The two have been working together for a number of years.
“He is not a controlling person at all, but he is a perfectionist,” Grant said. “He’s always kind and nice and doesn’t embarrass people.”
And it’s a good thing Farnon can laugh at himself because one year he had the entire audience in stitches and didn’t have a clue as to why. It was about six years ago that Farnon came on stage in his customary red underwear instead of the traditional nightgown.
Body mikes are used to project an actor’s voice. The antenna usually goes down the leg. Farnon’s antenna was coming out the front buttons.
This wasn’t his only microphone gaffe.
“Sometimes he’ll have a lapse and forget the mike is on. He won’t like something he did and he will go ‘Oh, darn it!’ and the whole room hears it,” Grant said.
This will be the 21st year that Dorothy Farnon has played opposite him as the Ghost of Christmas Present. They are the reason the show exists in the form that it does. Married when it all started in 1982, the two have since divorced.
Like all great performers, they took to heart the words “The show must go on.”
“They are great together. Only us insiders from Tahoe know what is really being said,” said Sylvia Allen, in reference to the repartee between actors and the former couple.
Allen has been in the production since day one. Now she drives up from Carson City for the five-day-a-week rehearsals that started the first of the month. And she wouldn’t miss it.
“You should hear him sing,” Allen said of Farnon. “He can hit a high C. It’s incredible.”
Incredible is word heard over and over when people talk about Farnon the person as well as Farnon’s accomplishments.
Charles Dickens’ original tale is not a likely candidate to be transformed into a musical-comedy. But Brian and Dorothy Farnon have pulled it off. He wrote the music and she wrote the lyrics. They are always tweaking it, with no two years being identical.
Dorothy Farnon, who lives in Minden, directs the dancers — even getting on stage with her surgery-scarred knees to show the youngsters how things are done.
Her background is as a professional dancer, having at one time been on stage at Chez Paree in Chicago. Brian Farnon was there as well doing his thing.

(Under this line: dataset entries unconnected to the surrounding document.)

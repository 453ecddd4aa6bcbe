//! What enters: it takes in surface water and finds the layer of its own density.
//!
//! Methods: `docs/methods.md`, section 8.

use crate::site::Site;
use crate::water;

use super::layers::{Layer, Layers};
use super::step::Inflow;

/// Most of the surface layer that the inflow takes in at once (choice).
const MOST_OF_SURFACE: f64 = 0.5;

/// Where a water lies among layers, from the bed up.
#[derive(Debug, Clone, Copy, PartialEq)]
pub enum Neutral {
    /// It is denser than all.
    Bed,
    /// Above this layer, at this share of the way to the next, by density.
    Above(usize, f64),
    /// It is no denser than the surface layer.
    Surface,
}

/// Where a water of a density lies among layers whose density falls upward, kg/m3; linear in density between their
/// middles.
pub fn neutral(layers_kg_m3: &[f64], water_kg_m3: f64) -> Neutral {
    let denser = layers_kg_m3.partition_point(|&layer| layer > water_kg_m3);
    match (denser.checked_sub(1).map(|i| (i, layers_kg_m3[i])), layers_kg_m3.get(denser)) {
        (None, _) if layers_kg_m3.len() > 1 || layers_kg_m3.first().is_some_and(|&l| l < water_kg_m3) => {
            Neutral::Bed
        }
        (Some((i, below)), Some(above)) => Neutral::Above(i, (below - water_kg_m3) / (below - above)),
        _ => Neutral::Surface,
    }
}

/// What the inflow brought, m3 and J, and at which place a layer of its own began.
#[derive(Debug, Clone, Copy, Default)]
pub(super) struct Entered {
    pub(super) volume_m3: f64,
    pub(super) heat_j: f64,
    pub(super) own: Option<usize>,
}

/// Lets the inflow of a time (s) in.
pub(super) fn enter(
    layers: &mut Layers,
    site: &Site,
    inflow: &Inflow,
    surface_m: f64,
    seconds: f64,
) -> Entered {
    let volume_m3 = inflow.flow_m3s * seconds;
    if volume_m3 <= 0.0 {
        return Entered::default();
    }
    let grain = site.water.solids_kg_m3;
    let saturated = || {
        let pressure = site.surface_pressure_atm(surface_m);
        water::saturation_mg_l(inflow.temperature_c, inflow.salt_g_per_kg, pressure)
    };
    let river = Layer {
        volume_m3,
        temperature_c: inflow.temperature_c,
        oxygen_mg_l: inflow.oxygen_mg_l.unwrap_or_else(saturated),
        salt_g_per_kg: inflow.salt_g_per_kg,
        suspended_mg_l: inflow.suspended_mg_l,
    };
    let mut entered = Entered { volume_m3, heat_j: river.heat_j(), own: None };
    let Some(top) = layers.layers.last_mut() else {
        layers.layers.push(river);
        return Entered { own: Some(0), ..entered };
    };
    let taken = (site.season.inflow_takes_in * volume_m3).min(MOST_OF_SURFACE * top.volume_m3);
    let mixed = river.joined(&top.part(taken));
    top.volume_m3 -= taken;
    let densities: Vec<f64> = layers.layers.iter().map(|l| l.density_kg_m3(grain)).collect();
    let count = densities.len();
    // between which layers it would lie, and which of them is nearer
    let (place, nearest) = match neutral(&densities, mixed.density_kg_m3(grain)) {
        Neutral::Bed => (0, 0),
        Neutral::Above(below, share) => (below + 1, if share < 0.5 { below } else { below + 1 }),
        Neutral::Surface => (count, count - 1),
    };
    let at_m = layers.edges_m(&site.pool).get(place).copied().unwrap_or(surface_m);
    let thickness_m = mixed.volume_m3 / site.pool.effective_area_m2(at_m);
    if thickness_m >= 0.5 * layers.thickness_m {
        layers.layers.insert(place, mixed);
        entered.own = Some(place);
    } else if let Some(layer) = layers.layers.get_mut(nearest) {
        *layer = layer.joined(&mixed);
    }
    entered
}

For years Dorothy Farnon ran a dance school in Tahoe.
Both are still active in their respective disciplines.
Brian Farnon now calls Twin Falls, Idaho, home with his current wife, Gloria.
How many more years will they be involved with “Scrooge” is anyone’s guess. Farnon was shocked to get the call in Idaho from Harrah’s asking him to come back. He says he’s willing to make the trek back if asked to do so again.